Here's what you need:.

2 tablespoons red or white miso paste
2 tablespoons brown sugar
1 tablespoon soy sauce
3 tablespoons vegetable oil
2 tablespoons juice plus 2 tablespoons thinly sliced zest from 1 lemon, plus 1 extra whole lemon, cut into wedges
4 portobello mushroom caps, stems and dark gills removed
4 teaspoons extra virgin olive oil
2 ounces arugula or other spicy greens
2 tablespoons toasted pistachios, roughly chopped or pressed in a mortar and pestle
Coarse sea salt such as fleur de sel or Maldon
Freshly ground black pepper

Here's what you do:

Combine miso paste, brown sugar, soy sauce, vegetable oil, and lemon juice in a medium bowl and whisk to combine. Rub evenly over surfaces of mushrooms and transfer to a gallon-sized zipper lock bag.

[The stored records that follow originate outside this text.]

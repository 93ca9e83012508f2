import path from "node:path";
import { NextResponse } from "next/server";
import { apiRoute } from "@/lib/api/handler";
import { forbidden } from "@/lib/api/errors";
import { requireUser } from "@/lib/auth/session";
import { can } from "@/lib/permissions";
import { readServerEnv } from "@/lib/env";
import { listCaughtMail } from "@/lib/mail/caught-mail";

/** The mail the local fake SMTP server caught, newest first; administrators only. */
export const GET = apiRoute(async () => {
  const user = await requireUser();
  if (!can(user.role, "mail.view")) throw forbidden("read the mail log");
  const folder = path.resolve(process.cwd(), readServerEnv().SMTP_MAIL_DIR);
  return NextResponse.json({ messages: await listCaughtMail(folder) });
});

Gently press air out from bag, seal, and transfer to refrigerator for at least 1 hour and up to overnight.

When ready to proceed, adjust oven rack to center position and preheat oven to 350°F. Remove mushroom caps from bag and wipe off excess marinade with paper towels. Place on a foil-lined rimmed baking sheet gill-side-down and roast until top surface is dry and mushroom is tender throughout, about 30 minutes. Transfer to a cutting board and let rest 5 minutes to cool slightly.

Using a very sharp knife, cut mushrooms on a sharp bias into thin slices. Transfer slices to a serving platter or individual platters, fanning them as you go. Drizzle with 1 tablespoon extra-virgin olive oil. Sprinkle with lemon zest, pistachios, black pepper, and coarse sea salt. Toss arugula with remaining 1 teaspoon olive oil, squeezing one of the reserved lemon wedges over the greens. Top mushrooms with arugula and serve, passing remaining wedges.